A survey of 25 years of evaluation.

Authors :: Church, Kenneth Ward
Hestness, Joel
Source :: Natural Language Engineering; Nov2019, Vol. 25 Issue 6, p753-767, 15p
Publication Year :: 2019
Abstract: Evaluation was not a thing when the first author was a graduate student in the late 1970s. There was an Artificial Intelligence (AI) boom then, but that boom was quickly followed by a bust and a long AI Winter. Charles Wayne restarted funding in the mid-1980s by emphasizing evaluation. No other sort of program could have been funded at the time, at least in America. His program was so successful that these days, shared tasks and leaderboards have become common place in speech and language (and Vision and Machine Learning). It is hard to remember that evaluation was a tough sell 25 years ago. That said, we may be a bit too satisfied with current state of the art.

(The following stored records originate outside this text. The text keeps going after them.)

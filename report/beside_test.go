package report

import (
	"bytes"
	"strings"
	"testing"

	"slowpoint/model"
	"slowpoint/rules"
)

// TestBeside keeps what must be read together with a verdict on the front pages, in the text and in the overview.
func TestBeside(t *testing.T) {
	const rise = "Met only through the rise after the cook: the slowest place (centre) left the cook at 37.8 °C and rose to 67.8 °C."
	for _, x := range []struct {
		name    string
		verdict rules.Verdict
		change  func(p *Product)
		want    []string
		not     []string
	}{
		{"only by carry-over", rules.Met, func(p *Product) { p.Judgement.Findings[0].CarryOver = rise }, []string{`"Core reached": ` + rise}, nil},
		{"a limit that does not apply", rules.Met, func(p *Product) {}, []string{"3 met; 1 did not apply: Hot holding."}, []string{"carry-over"}},
		{"a clock that never started comes first", rules.Met, func(p *Product) { p.Judgement.Findings[1].Verdict = rules.NotApplicable },
			[]string{"2 met; 2 did not apply: Chill, first part, Hot holding."}, nil},
		{"an Until that was not reached", rules.NotMet, func(p *Product) {
			no := false
			p.History.Spans[0].Reached, p.Further[0].History.Spans[0].Reached = &no, &no
		},
			[]string{"The step Roast did not reach its Until within its longest duration (1 h 30 min)."}, nil},
		{"an Until that was reached at once", rules.Met, func(p *Product) {
			yes := true
			for _, h := range []*model.History{p.History, p.Further[0].History} {
				h.Spans[1].Reached, h.Spans[1].EndS = &yes, h.Spans[1].StartS
			}
		}, []string{"The step Rest on the bench ended at once: its Until was already reached when it began."}, nil},
	} {
		t.Run(x.name, func(t *testing.T) {
			h, p := roastHead(), roast(t, model.Brick, x.verdict)
			x.change(p)
			row := p.Row()
			text := writeText(t, h, p)
			for _, w := range x.want {
				if !strings.Contains(row.Why, w) {
					t.Errorf("the overview lacks %q: %s", w, row.Why)
				}
				if n := strings.Count(text, w); n < 2 {
					t.Errorf("the text has %q %d times", w, n)
				}
			}
			for _, w := range x.not {
				if strings.Contains(row.Why, w) {
					t.Errorf("the overview has %q: %s", w, row.Why)
				}
			}
			pdf := pdfText(t, productPDF(t, h, p))
			kitchen, audit, _ := strings.Cut(pdf, "Report for the audit")
			words := strings.Fields(x.want[0])
			last := words[len(words)-1] // lines of the box break within the sentence beside the word of the verdict
			if !strings.Contains(kitchen, last) || !strings.Contains(audit, x.want[0]) {
				t.Errorf("the front pages lack %q:\n%.900s", x.want[0], pdf)
			}
		})
	}
}

func writeText(t *testing.T, h *Head, p *Product) string {
	t.Helper()
	var b bytes.Buffer
	w := NewText(&b, h)
	if err := w.Add(p); err != nil {
		t.Fatal(err)
	}
	if err := w.Close(); err != nil {
		t.Fatal(err)
	}
	return b.String()
}

// TestNoRoomInAMissedLimit prints what is lacking and nothing that looks like room.
func TestNoRoomInAMissedLimit(t *testing.T) {
	f := &rules.Finding{Verdict: rules.NotMet, MarginK: ptr(-2.), MarginS: ptr(6000.)}
	if s := roastHead().room(f); strings.Contains(s, "room") || !strings.Contains(s, "lacking 2.0 °C") {
		t.Error(s)
	}
	if f.Verdict = rules.Met; !strings.Contains(roastHead().room(f), "room 1 h 40 min") {
		t.Error(roastHead().room(f))
	}
}

// TestDecidingRow finds the row of a table that decides and writes it in its own unit.
func TestDecidingRow(t *testing.T) {
	rows := []rules.Row{{C: 60, S: 720, Typed: "60 °C, 12 min"}, {C: 145/1.8 - 32/1.8, S: 240, Typed: "145 °F, 4 min"}}
	rows[0].At.Sheet, rows[0].At.Row, rows[1].At.Sheet, rows[1].At.Row = "Tables", 2, "Tables", 3
	f := &rules.Finding{Limit: &rules.Limit{Table: &rules.Table{Name: "T", Rows: rows}}}
	if decidingRow(f) != nil {
		t.Error("a row decides without being named")
	}
	f.Cells = append(f.Cells, rows[1].At)
	row := decidingRow(f)
	if row == nil || row.S != 240 {
		t.Fatalf("%+v", row)
	}
	if s := roastHead().rowTyped(row); s != "145 °F (62.78 °C)" {
		t.Error(s)
	}
}

// TestMissingGlyph keeps the sentence of the footer beside the warning of a character that the font lacks.
func TestMissingGlyph(t *testing.T) {
	h, p := roastHead(), roast(t, model.Brick, rules.Met)
	p.Product.Name, h.Problems = "Pork 𓀀 loin", nil
	first, _, _ := strings.Cut(pdfText(t, productPDF(t, h, p)), "Report for the audit")
	for _, w := range []string{"Warning: the font cannot show", say("footer not measured")} {
		if !strings.Contains(first, w) {
			t.Errorf("page 1 lacks %q", w)
		}
	}
	var b bytes.Buffer
	if err := WriteSummaryPDF(&b, h, []Row{p.Row()}); err != nil {
		t.Fatal(err)
	}
	if s := pdfText(t, b.Bytes()); strings.Contains(s, say("summary no problem")) || !strings.Contains(s, say("footer not measured")) {
		t.Error("the overview says that nothing was noted, or lost its footer")
	}
}

// TestVacuous lets a limited time of which nothing was used neither decide nor be checked with the probe.
func TestVacuous(t *testing.T) {
	p := roast(t, model.Brick, rules.Met)
	f := &p.Judgement.Findings[0]
	f.Limit.Kind, f.Value, f.Required, f.MarginK, f.MarginS = rules.Band, ptr(0.), ptr(2.), ptr(0.1), ptr(1.)
	if d := p.decides().finding; d == f || !vacuous(f) {
		t.Errorf("%s decides", d.Limit.Name)
	}
	x := &sheet{doc: newDoc(roastHead(), "T"), p: p, decides: p.decides(), order: p.worstFirst()}
	checks := strings.Join(x.checks(), "\n")
	if strings.Contains(checks, "Throughout") || strings.Contains(checks, "93 min") || !strings.Contains(checks, "the model expects") {
		t.Error(checks)
	}
}

// TestCheckTellsOfAnEdge says on the first page, where a place within the food is named, why it is that one: beyond it no clock started.
func TestCheckTellsOfAnEdge(t *testing.T) {
	p := roast(t, model.Brick, rules.NotMet)
	const says = "(beyond this place nothing was ever above 60 °C, so no clock ran there)"
	checks := func() string {
		x := &sheet{doc: newDoc(roastHead(), "T"), p: p, decides: p.decides(), order: p.worstFirst()}
		return strings.Join(x.checks(), "\n")
	}
	if s := checks(); strings.Contains(s, "beyond this place") {
		t.Error(s)
	}
	d := p.decides().finding
	d.EdgeOf = "60 °C"
	if s := checks(); strings.Count(strings.Join(strings.Fields(s), " "), says) != 1 {
		t.Error(s)
	}
}

// TestFilmStandsForEvaporation gives no caution on evaporation where the typed coefficient stands for everything.
func TestFilmStandsForEvaporation(t *testing.T) {
	for _, x := range []struct {
		surface *model.Surface
		want    bool
	}{{model.Film, false}, {model.StillAir, true}} {
		p := roast(t, model.Brick, rules.Met)
		for i := range p.Steps {
			p.Steps[i].Surface = x.surface
			p.History.Spans[i].Step = &p.Steps[i]
		}
		got := false
		for _, c := range Cautions(roastHead(), p) {
			got = got || c.Key == "evaporation left out"
		}
		if got != x.want {
			t.Errorf("%s: %v", x.surface.Name, got)
		}
	}
}

// TestBesideInOverview shows what must be read with a verdict in every row, with a margin or without, and once.
func TestBesideInOverview(t *testing.T) {
	const rise = "Met only through the rise after the cook."
	for _, x := range []struct {
		name string
		row  Row
		want []string
		not  string
	}{
		{"with a margin", Row{Verdict: rules.Met, Why: "The slowest place took 12 min. " + rise, Beside: rise, MarginK: ptr(3.27)}, []string{"room 3.2 °C", rise}, "took 12 min"},
		{"without one", Row{Verdict: rules.CannotTell, Why: "Something is missing. " + rise, Beside: rise}, []string{"Something is missing.", rise}, "room"},
		{"a margin of another place", Row{Verdict: rules.Met, MarginK: ptr(3.27), MarginPlace: "14 mm above the underside"}, []string{"room 3.2 °C (5.8 °F) at another place (14 mm above the underside)"}, "Met only"},
	} {
		t.Run(x.name, func(t *testing.T) {
			x.row.Product, x.row.Deciding = "Stew", "Core"
			text := pdfText(t, summaryPDF(t, roastHead(), []Row{x.row}))
			list, _, _ := strings.Cut(text, say("plan title"))
			var flat []string // the columns stand beside each other in the text of the page
			for _, w := range x.want {
				for _, word := range strings.Fields(w) {
					if !strings.Contains(list, word) {
						flat = append(flat, word)
					}
				}
			}
			if len(flat) > 0 || strings.Contains(list, x.not) || strings.Count(list, "through") > 1 {
				t.Errorf("%q are missing or something is printed twice or %q is printed:\n%s", flat, x.not, list)
			}
		})
	}
	p := roast(t, model.Brick, rules.Met)
	p.Judgement.Findings[0].CarryOver = rise
	if r := p.Row(); !strings.Contains(r.Beside, rise) || !strings.HasSuffix(r.Why, r.Beside) || !finite(r.MarginK) {
		t.Errorf("%+v", r)
	}
}

// TestMarginOfAnotherPlace says on the front pages, in the text and in the overview whose margin it is; the card says it in its notes.
func TestMarginOfAnotherPlace(t *testing.T) {
	h, p := roastHead(), roast(t, model.Brick, rules.Met)
	const elsewhere = "at another place (4 mm above the underside)"
	f := p.decides().finding
	f.MarginPlace = "4 mm above the underside"
	f.Notes = append(f.Notes, "The margin in temperature is that of another place (4 mm above the underside).")
	if row := p.Row(); !strings.Contains(row.Room(h), elsewhere) {
		t.Error(row.Room(h))
	}
	x := &sheet{doc: newDoc(h, "T"), p: p, decides: p.decides(), order: p.worstFirst()}
	if s := x.headline(); !strings.Contains(s, elsewhere) {
		t.Error(s)
	}
	if s := x.marginWords(f); strings.Contains(s, elsewhere) || !strings.Contains(s, "room") {
		t.Errorf("the card says it twice: %s", s)
	}
	audit := pdfText(t, productPDF(t, h, p))
	if _, audit, _ = strings.Cut(audit, "Report for the audit"); !strings.Contains(audit, elsewhere) {
		t.Error("the front page for the auditor does not say whose margin it prints")
	}
	f.MarginPlace = ""
	if s := x.headline(); strings.Contains(s, "another place") {
		t.Error(s)
	}
}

This paper will survey considerations from other fields such as reliability and validity from psychology and generalization from systems. There has been a trend for publications to report better and better numbers, but what do these numbers mean? Sometimes the numbers are too good to be true, and sometimes the truth is better than the numbers. It is one thing for an evaluation to fail to find a difference between man and machine, and quite another thing to pass the Turing Test. As Feynman said, "the first principle is that you must not fool yourself–and you are the easiest person to fool." [ABSTRACT FROM AUTHOR]